**Problem to solve:**
Pull out of the data below the stretch of lines bounded by the one containing "u![2]! * (v![0]! * w![1]!" and the one containing "function inOnePlane(points: readonly", both bounds included, unchanged.

● ● ● ●

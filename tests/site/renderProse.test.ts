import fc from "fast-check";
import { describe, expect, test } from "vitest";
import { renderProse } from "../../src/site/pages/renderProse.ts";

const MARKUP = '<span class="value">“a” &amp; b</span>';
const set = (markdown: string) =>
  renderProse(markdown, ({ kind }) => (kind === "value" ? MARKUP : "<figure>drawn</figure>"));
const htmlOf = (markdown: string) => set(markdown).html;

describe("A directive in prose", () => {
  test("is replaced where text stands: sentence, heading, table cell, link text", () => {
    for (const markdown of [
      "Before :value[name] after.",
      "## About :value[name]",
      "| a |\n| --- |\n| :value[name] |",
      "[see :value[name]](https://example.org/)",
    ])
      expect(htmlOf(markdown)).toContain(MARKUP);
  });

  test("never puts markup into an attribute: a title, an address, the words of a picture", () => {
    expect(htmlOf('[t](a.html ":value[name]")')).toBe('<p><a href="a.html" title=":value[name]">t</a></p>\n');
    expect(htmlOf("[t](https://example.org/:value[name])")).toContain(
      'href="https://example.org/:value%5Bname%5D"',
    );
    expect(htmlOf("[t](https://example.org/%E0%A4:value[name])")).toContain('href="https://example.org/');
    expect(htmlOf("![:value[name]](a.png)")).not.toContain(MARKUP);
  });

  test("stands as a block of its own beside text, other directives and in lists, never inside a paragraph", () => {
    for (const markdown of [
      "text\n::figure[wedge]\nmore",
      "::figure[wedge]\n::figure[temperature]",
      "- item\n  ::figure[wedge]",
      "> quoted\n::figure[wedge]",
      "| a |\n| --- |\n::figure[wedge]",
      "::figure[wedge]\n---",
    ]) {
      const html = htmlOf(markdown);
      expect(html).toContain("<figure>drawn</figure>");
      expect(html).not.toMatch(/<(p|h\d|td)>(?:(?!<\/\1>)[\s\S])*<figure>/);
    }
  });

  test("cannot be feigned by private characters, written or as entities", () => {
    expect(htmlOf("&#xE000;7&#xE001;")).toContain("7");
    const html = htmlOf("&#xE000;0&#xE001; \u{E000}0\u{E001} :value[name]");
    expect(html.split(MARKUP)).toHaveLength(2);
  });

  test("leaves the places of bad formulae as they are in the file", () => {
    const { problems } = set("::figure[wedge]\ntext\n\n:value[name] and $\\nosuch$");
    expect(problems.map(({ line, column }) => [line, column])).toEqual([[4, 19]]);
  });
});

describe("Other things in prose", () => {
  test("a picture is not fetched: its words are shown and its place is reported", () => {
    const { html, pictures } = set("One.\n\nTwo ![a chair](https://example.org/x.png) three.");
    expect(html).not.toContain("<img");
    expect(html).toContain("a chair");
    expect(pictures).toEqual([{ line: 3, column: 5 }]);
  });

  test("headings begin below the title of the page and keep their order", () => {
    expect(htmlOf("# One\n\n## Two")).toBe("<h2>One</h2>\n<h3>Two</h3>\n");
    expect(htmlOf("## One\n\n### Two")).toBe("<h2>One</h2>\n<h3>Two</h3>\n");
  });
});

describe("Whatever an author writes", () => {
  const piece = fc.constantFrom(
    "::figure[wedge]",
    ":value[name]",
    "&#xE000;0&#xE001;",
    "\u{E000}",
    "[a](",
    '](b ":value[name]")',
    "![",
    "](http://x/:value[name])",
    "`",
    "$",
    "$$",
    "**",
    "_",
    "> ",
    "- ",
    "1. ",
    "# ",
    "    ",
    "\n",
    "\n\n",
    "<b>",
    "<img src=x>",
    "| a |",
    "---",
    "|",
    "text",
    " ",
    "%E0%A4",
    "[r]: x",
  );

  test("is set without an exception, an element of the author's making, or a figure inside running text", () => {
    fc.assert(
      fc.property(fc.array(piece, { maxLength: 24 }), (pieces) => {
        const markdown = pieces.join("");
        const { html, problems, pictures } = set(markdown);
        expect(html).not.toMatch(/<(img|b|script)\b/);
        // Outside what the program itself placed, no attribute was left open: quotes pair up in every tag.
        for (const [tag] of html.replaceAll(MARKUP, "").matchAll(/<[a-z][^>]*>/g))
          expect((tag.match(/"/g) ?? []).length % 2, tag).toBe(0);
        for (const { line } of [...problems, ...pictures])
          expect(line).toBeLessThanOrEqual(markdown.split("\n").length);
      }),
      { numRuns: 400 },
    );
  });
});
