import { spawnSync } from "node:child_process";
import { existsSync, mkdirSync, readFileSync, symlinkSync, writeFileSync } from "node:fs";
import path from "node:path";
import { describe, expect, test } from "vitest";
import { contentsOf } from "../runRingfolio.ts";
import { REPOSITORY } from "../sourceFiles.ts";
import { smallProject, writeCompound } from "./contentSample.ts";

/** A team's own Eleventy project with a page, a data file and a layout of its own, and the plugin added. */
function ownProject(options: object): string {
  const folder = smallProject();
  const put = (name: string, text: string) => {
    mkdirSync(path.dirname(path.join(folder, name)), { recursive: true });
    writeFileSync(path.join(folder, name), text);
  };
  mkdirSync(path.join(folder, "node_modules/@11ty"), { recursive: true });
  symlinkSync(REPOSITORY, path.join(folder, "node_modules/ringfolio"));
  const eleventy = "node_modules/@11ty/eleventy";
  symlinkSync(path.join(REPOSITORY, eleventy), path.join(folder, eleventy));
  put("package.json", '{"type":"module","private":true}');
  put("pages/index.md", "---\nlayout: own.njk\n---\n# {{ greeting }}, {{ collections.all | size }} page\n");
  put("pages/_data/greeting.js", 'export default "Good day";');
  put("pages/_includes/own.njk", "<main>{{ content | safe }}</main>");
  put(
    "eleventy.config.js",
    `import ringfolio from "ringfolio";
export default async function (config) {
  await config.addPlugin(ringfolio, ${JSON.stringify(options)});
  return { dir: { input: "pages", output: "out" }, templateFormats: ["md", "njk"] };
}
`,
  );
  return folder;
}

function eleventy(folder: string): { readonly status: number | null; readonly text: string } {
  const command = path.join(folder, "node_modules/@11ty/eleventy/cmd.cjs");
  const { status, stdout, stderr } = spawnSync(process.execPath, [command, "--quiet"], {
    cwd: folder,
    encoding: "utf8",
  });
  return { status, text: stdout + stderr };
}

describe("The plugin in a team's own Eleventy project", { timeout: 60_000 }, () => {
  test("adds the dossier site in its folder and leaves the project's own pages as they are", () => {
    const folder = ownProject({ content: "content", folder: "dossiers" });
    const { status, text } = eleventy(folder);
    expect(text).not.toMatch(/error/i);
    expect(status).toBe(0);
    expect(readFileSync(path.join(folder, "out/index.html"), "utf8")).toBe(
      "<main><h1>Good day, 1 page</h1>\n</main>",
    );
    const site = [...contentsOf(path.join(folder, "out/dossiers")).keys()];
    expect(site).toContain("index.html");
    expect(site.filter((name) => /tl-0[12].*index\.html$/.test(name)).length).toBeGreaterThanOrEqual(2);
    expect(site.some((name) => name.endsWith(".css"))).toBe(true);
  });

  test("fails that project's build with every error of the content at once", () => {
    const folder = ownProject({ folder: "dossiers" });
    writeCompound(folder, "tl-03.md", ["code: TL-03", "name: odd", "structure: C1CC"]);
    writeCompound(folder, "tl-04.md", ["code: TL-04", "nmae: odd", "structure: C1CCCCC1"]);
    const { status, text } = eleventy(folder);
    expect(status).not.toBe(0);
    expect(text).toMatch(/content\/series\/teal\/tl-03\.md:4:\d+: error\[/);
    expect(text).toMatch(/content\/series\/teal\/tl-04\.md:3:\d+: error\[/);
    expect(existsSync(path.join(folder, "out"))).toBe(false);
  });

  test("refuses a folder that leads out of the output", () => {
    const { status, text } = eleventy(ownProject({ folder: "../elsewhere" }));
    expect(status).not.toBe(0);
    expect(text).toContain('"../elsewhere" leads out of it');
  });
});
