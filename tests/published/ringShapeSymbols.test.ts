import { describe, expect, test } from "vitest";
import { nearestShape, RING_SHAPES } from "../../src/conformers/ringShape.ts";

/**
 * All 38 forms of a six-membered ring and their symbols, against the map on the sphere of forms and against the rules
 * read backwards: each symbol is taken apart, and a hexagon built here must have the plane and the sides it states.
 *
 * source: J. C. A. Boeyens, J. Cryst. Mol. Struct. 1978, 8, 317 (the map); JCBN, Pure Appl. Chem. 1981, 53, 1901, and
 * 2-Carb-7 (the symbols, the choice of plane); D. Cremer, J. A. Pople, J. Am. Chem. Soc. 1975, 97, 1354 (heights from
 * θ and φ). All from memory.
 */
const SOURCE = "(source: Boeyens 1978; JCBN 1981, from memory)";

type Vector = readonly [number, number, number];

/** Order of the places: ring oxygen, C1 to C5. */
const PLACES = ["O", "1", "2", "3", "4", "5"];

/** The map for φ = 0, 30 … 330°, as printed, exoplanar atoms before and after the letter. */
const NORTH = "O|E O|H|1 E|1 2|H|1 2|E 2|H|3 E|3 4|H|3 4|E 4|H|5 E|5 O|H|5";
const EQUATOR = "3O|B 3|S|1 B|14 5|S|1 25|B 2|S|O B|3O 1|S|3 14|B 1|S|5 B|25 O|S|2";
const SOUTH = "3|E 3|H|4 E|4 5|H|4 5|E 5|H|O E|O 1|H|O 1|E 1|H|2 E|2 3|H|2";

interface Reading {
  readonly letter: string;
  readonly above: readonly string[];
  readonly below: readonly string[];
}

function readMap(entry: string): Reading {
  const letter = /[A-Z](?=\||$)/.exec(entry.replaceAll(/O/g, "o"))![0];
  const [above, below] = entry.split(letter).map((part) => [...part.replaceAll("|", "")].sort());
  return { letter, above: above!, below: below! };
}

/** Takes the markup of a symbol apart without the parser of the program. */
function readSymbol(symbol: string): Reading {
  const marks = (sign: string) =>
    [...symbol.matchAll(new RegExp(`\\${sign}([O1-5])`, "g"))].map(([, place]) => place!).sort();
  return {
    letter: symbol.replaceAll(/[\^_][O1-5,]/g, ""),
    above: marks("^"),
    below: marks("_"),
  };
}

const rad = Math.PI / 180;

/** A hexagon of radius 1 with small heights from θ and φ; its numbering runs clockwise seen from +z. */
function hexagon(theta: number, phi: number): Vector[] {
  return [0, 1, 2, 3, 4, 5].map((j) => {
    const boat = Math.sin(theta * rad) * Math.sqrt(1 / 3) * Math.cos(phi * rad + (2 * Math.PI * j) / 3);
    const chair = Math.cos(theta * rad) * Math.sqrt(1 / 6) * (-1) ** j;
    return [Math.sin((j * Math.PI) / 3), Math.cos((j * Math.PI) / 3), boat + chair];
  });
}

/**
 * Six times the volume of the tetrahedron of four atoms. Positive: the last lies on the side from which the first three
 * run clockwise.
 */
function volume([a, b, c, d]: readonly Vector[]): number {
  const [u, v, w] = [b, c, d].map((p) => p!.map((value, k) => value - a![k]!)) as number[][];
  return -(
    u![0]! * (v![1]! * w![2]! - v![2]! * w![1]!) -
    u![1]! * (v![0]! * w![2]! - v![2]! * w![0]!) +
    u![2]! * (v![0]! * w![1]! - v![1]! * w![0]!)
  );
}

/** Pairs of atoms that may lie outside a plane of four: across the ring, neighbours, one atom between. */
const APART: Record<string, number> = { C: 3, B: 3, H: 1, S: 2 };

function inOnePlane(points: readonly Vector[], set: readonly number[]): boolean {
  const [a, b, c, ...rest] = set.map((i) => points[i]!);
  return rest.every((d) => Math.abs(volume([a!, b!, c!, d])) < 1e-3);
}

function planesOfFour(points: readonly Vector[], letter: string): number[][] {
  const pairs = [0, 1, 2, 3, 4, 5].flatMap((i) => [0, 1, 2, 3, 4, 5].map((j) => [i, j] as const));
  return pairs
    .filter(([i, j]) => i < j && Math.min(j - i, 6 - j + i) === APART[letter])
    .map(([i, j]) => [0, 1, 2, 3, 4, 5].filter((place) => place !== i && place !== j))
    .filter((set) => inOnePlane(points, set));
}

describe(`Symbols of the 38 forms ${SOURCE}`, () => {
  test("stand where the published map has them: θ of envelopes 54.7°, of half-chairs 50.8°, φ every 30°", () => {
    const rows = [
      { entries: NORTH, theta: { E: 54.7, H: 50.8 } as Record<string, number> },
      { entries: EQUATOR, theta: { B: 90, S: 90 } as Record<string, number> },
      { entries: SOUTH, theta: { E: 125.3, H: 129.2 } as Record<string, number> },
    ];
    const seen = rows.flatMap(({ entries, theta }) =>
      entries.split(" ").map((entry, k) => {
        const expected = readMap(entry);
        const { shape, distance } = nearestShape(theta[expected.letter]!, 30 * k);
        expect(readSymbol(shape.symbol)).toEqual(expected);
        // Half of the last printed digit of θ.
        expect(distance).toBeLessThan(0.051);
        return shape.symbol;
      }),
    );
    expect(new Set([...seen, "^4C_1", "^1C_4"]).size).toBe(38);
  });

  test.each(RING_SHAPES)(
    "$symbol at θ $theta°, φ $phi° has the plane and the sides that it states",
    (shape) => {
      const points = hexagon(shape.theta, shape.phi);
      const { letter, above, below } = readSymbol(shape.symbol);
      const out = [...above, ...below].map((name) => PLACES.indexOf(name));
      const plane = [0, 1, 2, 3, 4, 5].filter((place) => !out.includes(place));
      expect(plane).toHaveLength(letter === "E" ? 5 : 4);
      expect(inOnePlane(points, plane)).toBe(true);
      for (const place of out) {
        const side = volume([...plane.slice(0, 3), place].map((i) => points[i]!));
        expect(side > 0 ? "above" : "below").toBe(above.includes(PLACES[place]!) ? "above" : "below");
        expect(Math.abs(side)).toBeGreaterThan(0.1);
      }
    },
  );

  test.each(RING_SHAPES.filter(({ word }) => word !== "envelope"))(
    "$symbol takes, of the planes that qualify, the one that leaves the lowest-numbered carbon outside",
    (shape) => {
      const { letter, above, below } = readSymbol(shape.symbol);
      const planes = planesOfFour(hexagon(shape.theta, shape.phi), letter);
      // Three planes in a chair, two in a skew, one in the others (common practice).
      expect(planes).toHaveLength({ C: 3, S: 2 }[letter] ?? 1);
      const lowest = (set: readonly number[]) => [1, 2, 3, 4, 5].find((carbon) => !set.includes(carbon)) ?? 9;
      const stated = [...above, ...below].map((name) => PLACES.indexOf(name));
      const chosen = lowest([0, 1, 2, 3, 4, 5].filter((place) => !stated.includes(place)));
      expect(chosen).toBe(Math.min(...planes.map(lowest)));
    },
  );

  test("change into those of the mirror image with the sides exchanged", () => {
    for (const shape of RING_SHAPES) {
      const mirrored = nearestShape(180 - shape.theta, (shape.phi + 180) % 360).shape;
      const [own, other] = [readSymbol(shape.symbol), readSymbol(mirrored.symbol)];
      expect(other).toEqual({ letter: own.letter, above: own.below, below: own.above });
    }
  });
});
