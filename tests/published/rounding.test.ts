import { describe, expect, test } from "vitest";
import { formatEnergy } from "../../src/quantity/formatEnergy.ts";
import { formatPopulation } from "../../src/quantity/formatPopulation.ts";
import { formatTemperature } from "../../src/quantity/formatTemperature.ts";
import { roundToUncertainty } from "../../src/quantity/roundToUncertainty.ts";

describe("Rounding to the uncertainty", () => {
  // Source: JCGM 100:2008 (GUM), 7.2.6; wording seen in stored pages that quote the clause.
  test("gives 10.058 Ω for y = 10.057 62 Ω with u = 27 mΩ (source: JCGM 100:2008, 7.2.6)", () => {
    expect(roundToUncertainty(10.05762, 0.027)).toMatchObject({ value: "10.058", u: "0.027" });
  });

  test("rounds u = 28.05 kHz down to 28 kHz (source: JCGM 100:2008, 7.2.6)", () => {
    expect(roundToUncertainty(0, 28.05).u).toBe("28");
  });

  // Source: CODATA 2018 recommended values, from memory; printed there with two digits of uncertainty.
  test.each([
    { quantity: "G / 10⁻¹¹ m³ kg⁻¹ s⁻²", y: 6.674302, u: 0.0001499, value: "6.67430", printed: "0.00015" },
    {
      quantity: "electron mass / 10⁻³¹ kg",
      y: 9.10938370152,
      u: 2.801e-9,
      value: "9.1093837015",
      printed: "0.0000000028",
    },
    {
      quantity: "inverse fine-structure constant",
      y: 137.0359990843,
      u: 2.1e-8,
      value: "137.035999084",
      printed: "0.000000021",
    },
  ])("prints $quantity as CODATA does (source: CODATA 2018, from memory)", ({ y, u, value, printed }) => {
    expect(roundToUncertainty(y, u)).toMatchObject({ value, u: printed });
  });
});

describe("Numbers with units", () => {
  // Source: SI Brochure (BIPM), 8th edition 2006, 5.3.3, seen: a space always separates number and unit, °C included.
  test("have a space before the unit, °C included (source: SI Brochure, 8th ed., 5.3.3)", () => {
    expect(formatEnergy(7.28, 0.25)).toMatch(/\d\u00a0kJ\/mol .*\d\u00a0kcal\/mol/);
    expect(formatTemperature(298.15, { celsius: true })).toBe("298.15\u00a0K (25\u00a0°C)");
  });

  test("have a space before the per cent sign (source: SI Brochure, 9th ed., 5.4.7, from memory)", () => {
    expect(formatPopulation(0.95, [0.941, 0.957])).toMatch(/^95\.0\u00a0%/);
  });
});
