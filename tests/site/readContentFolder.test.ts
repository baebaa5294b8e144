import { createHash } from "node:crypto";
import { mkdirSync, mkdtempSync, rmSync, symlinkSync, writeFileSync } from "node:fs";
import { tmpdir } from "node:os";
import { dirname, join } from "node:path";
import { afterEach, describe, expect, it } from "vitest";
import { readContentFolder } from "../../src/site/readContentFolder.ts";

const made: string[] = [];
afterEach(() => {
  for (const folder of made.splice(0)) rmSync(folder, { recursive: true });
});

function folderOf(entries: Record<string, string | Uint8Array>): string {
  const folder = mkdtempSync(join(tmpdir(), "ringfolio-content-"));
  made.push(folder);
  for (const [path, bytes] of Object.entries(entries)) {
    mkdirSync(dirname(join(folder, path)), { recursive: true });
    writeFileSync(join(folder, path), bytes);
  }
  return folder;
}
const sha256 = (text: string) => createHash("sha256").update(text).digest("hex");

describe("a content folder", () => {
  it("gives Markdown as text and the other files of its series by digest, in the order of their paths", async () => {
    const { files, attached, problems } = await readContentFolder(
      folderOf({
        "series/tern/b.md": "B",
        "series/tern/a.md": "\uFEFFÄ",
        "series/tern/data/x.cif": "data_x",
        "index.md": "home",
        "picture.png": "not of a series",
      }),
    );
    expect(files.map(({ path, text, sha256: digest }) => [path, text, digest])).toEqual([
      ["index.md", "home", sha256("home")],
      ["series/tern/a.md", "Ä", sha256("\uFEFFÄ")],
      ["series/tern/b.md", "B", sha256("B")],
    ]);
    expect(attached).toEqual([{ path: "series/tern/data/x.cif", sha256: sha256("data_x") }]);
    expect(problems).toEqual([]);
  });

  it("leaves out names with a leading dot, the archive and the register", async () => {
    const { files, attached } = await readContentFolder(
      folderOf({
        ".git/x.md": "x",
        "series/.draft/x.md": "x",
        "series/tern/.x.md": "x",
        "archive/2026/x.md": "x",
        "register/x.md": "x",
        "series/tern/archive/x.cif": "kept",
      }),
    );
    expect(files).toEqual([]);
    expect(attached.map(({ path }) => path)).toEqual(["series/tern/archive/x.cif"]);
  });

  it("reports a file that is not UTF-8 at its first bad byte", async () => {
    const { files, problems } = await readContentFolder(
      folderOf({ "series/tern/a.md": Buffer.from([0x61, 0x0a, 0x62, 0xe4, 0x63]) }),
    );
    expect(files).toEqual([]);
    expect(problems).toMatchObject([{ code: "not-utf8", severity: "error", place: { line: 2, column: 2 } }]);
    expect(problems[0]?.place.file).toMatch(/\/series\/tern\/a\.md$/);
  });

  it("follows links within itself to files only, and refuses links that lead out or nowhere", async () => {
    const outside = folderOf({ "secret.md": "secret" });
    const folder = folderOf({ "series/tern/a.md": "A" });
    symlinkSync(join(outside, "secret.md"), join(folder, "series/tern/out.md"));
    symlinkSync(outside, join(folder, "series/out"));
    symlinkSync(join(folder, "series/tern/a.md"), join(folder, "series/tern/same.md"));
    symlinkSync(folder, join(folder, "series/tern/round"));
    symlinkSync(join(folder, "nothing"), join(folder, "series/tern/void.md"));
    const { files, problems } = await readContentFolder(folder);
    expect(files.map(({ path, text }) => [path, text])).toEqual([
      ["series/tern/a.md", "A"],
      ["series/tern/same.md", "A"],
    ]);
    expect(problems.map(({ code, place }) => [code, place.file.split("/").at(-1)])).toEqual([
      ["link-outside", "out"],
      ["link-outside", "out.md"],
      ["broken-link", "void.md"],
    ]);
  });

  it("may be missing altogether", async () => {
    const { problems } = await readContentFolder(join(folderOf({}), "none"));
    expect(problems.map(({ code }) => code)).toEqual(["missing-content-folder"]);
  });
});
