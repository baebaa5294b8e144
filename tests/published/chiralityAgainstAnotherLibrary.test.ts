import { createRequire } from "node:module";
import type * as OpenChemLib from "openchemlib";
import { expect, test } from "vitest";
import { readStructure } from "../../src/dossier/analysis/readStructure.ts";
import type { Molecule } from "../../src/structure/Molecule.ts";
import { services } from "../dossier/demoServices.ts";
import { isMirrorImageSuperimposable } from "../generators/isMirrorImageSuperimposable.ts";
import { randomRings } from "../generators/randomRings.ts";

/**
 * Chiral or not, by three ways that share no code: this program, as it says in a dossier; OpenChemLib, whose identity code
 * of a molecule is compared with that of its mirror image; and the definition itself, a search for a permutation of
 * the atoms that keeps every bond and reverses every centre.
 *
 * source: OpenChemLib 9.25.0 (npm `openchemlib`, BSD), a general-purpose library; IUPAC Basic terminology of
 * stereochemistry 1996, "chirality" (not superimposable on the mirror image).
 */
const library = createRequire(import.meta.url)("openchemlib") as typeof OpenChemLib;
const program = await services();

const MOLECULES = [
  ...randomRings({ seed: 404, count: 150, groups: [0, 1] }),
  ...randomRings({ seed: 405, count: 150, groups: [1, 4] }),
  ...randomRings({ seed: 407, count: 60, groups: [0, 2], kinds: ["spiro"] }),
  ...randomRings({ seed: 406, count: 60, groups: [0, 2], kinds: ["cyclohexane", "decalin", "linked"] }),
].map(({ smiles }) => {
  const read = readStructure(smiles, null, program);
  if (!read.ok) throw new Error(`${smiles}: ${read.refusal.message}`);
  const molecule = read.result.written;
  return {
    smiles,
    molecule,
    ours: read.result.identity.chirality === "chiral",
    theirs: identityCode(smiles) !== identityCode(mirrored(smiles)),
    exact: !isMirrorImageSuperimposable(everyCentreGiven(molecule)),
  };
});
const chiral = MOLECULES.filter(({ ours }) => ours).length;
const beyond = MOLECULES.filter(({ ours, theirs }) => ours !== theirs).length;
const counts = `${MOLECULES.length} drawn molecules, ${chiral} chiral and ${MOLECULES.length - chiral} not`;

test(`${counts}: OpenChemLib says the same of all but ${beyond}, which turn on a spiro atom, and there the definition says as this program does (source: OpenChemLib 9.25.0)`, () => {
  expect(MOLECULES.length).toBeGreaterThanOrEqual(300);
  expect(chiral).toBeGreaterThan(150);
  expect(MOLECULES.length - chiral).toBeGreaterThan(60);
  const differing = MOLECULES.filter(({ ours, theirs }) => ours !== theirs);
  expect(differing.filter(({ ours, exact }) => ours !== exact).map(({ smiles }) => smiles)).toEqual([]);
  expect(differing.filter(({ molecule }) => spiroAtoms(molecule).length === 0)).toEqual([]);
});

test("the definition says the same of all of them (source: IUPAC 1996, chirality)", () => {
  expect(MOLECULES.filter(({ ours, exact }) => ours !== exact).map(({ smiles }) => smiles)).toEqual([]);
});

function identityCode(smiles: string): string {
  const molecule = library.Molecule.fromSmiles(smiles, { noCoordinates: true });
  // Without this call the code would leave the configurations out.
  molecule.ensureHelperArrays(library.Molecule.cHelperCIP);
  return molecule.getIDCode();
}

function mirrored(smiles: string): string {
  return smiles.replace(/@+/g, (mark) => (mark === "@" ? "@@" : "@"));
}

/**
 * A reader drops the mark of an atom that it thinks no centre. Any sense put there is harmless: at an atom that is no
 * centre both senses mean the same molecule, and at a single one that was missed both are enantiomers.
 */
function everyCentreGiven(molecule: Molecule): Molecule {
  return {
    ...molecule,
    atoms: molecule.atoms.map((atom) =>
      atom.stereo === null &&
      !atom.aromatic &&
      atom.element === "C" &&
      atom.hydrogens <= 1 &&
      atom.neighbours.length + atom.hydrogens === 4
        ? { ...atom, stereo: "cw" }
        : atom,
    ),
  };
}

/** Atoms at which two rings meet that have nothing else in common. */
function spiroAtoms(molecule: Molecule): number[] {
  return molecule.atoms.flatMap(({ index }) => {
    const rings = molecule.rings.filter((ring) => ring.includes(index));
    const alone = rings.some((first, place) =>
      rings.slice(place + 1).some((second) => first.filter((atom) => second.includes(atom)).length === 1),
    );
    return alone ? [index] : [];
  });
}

● ● ● ●

**Task response:**
    u![2]! * (v![0]! * w![1]! - v![1]! * w![0]!)
  );
}

/** Pairs of atoms that may lie outside a plane of four: across the ring, neighbours, one atom between. */
const APART: Record<string, number> = { C: 3, B: 3, H: 1, S: 2 };

function inOnePlane(points: readonly Vector[], set: readonly number[]): boolean {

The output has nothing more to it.